Human beings: naturally good or bad?
Sometimes, when we look at what is happening in the world, or we just look around us, we may ask ourselves: are human beings naturally good or bad? Are some good and some bad?
If I may, and because I travel to the heart of human beings in my work, I’d like to share with you my observations and experience about this important question.
Today I was listening to a radio program when the person interviewed said that we are all, originally, infused by goodness. I SO MUCH AGREE with that!
In my job, I hear various stories and help many different clients to reach the heart of what they want for their lives and I can say:
Whatever our culture, our age, our education, our gender…
WE ALL WANT the SAME THING: TO BE LOVED
ALL OF US, WITH NO EXCEPTION, ARE ONLY HAPPY WHEN WE LOVE.
So what happens? How is it that we see so much violence, pain, mean behaviours etc. in the world?
First, I’d like to say that in my view, there is a lack of balance in the media focus. We are showed negative realities much more than positive ones. I feel a big part of reality is forgotten because there is not enough stories in the news about the wonderful people who are amongst us.
It is a shame because love calls upon love and if we were mainly shown positive stories, we would all feel more positive, less frustrated, less worried, less fearful. And these feelings are the ones that feed violence.
Secondly, the positive in us as children can be, and often is, prevented by what I call “accidents of life”.
These are times when as a child, people around us didn’t see the positive in us, didn’t see our unique identity and aspirations, our normal needs. Some accidents can be very big, others little but repetitive and they leave deep wounds in us, most of the time long forgotten by the adults we are.

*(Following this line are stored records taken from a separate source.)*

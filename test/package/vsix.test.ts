/**
 * The .vsix as the marketplace and VS Code see it: packed with @vscode/vsce into a temp folder, then read
 * back as the zip it is. Checks what goes in (bundles, grammars, styles, icon, docs) and what stays out
 * (sources, tests, node_modules, source maps), and that the manifest inside declares what the editor needs.
 */
import { execFileSync } from 'node:child_process';
import { readFileSync } from 'node:fs';
import { tmpdir } from 'node:os';
import { join } from 'node:path';
import { builtinModules } from 'node:module';
import { beforeAll, describe, expect, it } from 'vitest';
import { tempFolders } from '../temp';

import yauzl from 'yauzl';

/** Temporary folders of this file, removed when it is done. */
const mkdtempSync = tempFolders();

const ROOT = join(__dirname, '../..');

function readZip(path: string): Promise<Map<string, Buffer>> {
  return new Promise((resolve, reject) => {
    const files = new Map<string, Buffer>();
    yauzl.open(path, { lazyEntries: true }, (err, zip) => {
      if (err || !zip) return reject(err);
      zip.on('entry', (entry: yauzl.Entry) => {
        if (entry.fileName.endsWith('/')) return zip.readEntry();
        zip.openReadStream(entry, (e, stream) => {
          if (e || !stream) return reject(e);
          const chunks: Buffer[] = [];
          stream.on('data', (c: Buffer) => chunks.push(c));
          stream.on('end', () => {
            files.set(entry.fileName, Buffer.concat(chunks));
            zip.readEntry();
          });
        });
      });
      zip.on('end', () => resolve(files));
      zip.on('error', reject);
      zip.readEntry();
    });
  });
}

describe('the .vsix', () => {
  let files: Map<string, Buffer>;
  let manifest: any;
  beforeAll(async () => {
    const out = join(mkdtempSync(join(tmpdir(), 'ionwright-vsix-')), 'ionwright.vsix');
    // npm test has just built dist/; pack with the flags of `npm run package`, into a temp folder.
    const pkg = JSON.parse(readFileSync(join(ROOT, 'package.json'), 'utf8'));
    const flags = (pkg.scripts.package as string)
      .split('vsce package')[1]
      .trim()
      .split(/\s+/)
      .filter((f, k, all) => f !== '-o' && all[k - 1] !== '-o');
    execFileSync(process.execPath, [join(ROOT, 'node_modules/@vscode/vsce/vsce'), 'package', ...flags, '-o', out], { cwd: ROOT, stdio: 'pipe' });
    files = await readZip(out);
    manifest = JSON.parse(files.get('extension/package.json')!.toString('utf8'));
  }, 120_000);

  it('holds the bundles, grammars, styles, icon and docs', () => {
    // vsce stores the docs under the marketplace's names: readme.md, changelog.md, LICENSE.txt.
    for (const f of [
      'dist/extension.js',
      'dist/server.js',
      'dist/cli.js',
      'dist/browser/server.js',
      'dist/browser/extension.js',
      'media/preview.css',
      'media/icon.png',
      'readme.md',
      'changelog.md',
      'LICENSE.txt',
      'package.json',
      'syntaxes/fnote.tmLanguage.json',
      'syntaxes/chem-formula.tmLanguage.json',
      'syntaxes/markdown-formulas.tmLanguage.json',
      'syntaxes/fnote.language-configuration.json',
    ]) {
      expect(files.has(`extension/${f}`), f).toBe(true);
    }
  });

  it('carries the README written for the marketplace page', () => {
    expect(files.get('extension/readme.md')!.toString('utf8')).toBe(readFileSync(join(ROOT, 'docs/marketplace.md'), 'utf8'));
  });

  it('leaves out sources, tests, dependencies and source maps', () => {
    for (const name of files.keys()) {
      expect(name, name).not.toMatch(/^extension\/(server\/src|client\/src|test|bench|node_modules|scripts|data)\//);
      expect(name, name).not.toMatch(/\.(map|ts)$/);
    }
  });

  it('every file the manifest points at is in the package', () => {
    const paths = [
      manifest.main,
      manifest.browser,
      manifest.icon,
      ...manifest.contributes['markdown.previewStyles'],
      ...manifest.contributes.grammars.map((g: { path: string }) => g.path),
      ...manifest.contributes.languages.map((l: { configuration: string }) => l.configuration),
    ];
    for (const p of paths) expect(files.has(`extension/${p.replace(/^\.\//, '')}`), p).toBe(true);
  });

  it('declares languages, grammars, commands, menus, settings, activation, the preview plugin and workspace trust', () => {
    const c = manifest.contributes;
    expect(c.languages.map((l: { id: string }) => l.id)).toContain('fnote');
    expect(c.grammars.length).toBeGreaterThanOrEqual(3);
    expect(c.commands.length).toBeGreaterThanOrEqual(5);
    expect(Object.keys(c.menus)).toEqual(expect.arrayContaining(['editor/context', 'commandPalette']));
    expect(Object.keys(c.configuration.properties)).toContain('ionwright.preview.typesetFormulas');
    expect(manifest.activationEvents).toEqual(expect.arrayContaining(['onLanguage:markdown', 'onLanguage:fnote']));
    expect(c['markdown.markdownItPlugins']).toBe(true);
    expect(manifest.capabilities.untrustedWorkspaces.supported).toBe(true);
    expect(manifest.engines.vscode).toMatch(/^\^1\./);
  });

  it('the bundled client needs nothing at run time beyond VS Code and Node built-ins', () => {
    const src = files.get('extension/dist/extension.js')!.toString('utf8');
    const required = new Set([...src.matchAll(/\brequire\("([^"]+)"\)/g)].map((m) => m[1]));
    const builtins = new Set([...builtinModules, ...builtinModules.map((m) => `node:${m}`)]);
    const foreign = [...required].filter((r) => r !== 'vscode' && !builtins.has(r));
    expect(foreign).toEqual([]);
  });
});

As a result of these “accidents of life”, we don’t feel loved, deep down we fear loneliness, we feel empty and we search for a way to compensate.
We try very hard to compensate for what we didn’t get and this trying very hard will not bear anything in its way because it has become, year after year, more desperate, even though we are often completely unaware of it. This is when we are ready to do some bad so as to reach our important need to fill the empty space inside ourselves.
Sure, when we are at the receiving end of the malicious behaviour, it is painful. But, it is good to know this person is just the puppet of their past. The next step for us is to protect ourselves from these malicious behaviours (like by seeing less the person) because we can’t do anything about them. We cannot change people. Only people can decide to change themselves.
But by giving love to ourselves, we can create a positive environment inside ourselves. Because when we love ourselves truly –without self-judgement- and when we care truly for ourselves– with gentleness not with shopping- we feel safe and protected.
To love ourselves unconditionally always creates as well a positive ripple effect around us.
As I said, we all want the same thing: to be loved. Starting with ourselves is the most efficient thing we can do in our life.
I also said above that human beings are only happy when they live unconditional love for the others around them.
When we don’t love and we are in hatred, we feel eaten from the inside. Hatred hurts us. It can make us feel bitter, guilty or simply hurt. In any case, it is not a nice feeling.
In another case, when we don’t love and we are indifferent, we don’t feel fulfilled. We feel empty.
Because human beings are made to love. I witness it again and again and again.
And we need to be careful here. It is not about a naïve, dadida love. It is about UNCONDITIONAL LOVE. A love that is imbued with freedom and respect: for myself and for the other. It is about acceptance, not pink hearts. It is a human being to human being relationship infused by universal values such as fairness, honesty, justice, respect, freedom, truth etc…
To conclude, I’d like to say that the first and foremost thing we can do is to start loving ourselves. This means:
Stopping being judgemental about ourselves
Being forgiving with ourselves
Honouring ourselves by living up to our values
Caring for ourselves
Being gentle with ourselves
Having realistic expectations from ourselves
We all feel unfulfilled at times, it is the nature of human beings, but by taking conscious steps towards loving ourselves, we will not feel empty anymore and this will take us a long way. It will create a non-judgemental and life-giving environment inside and outside of us.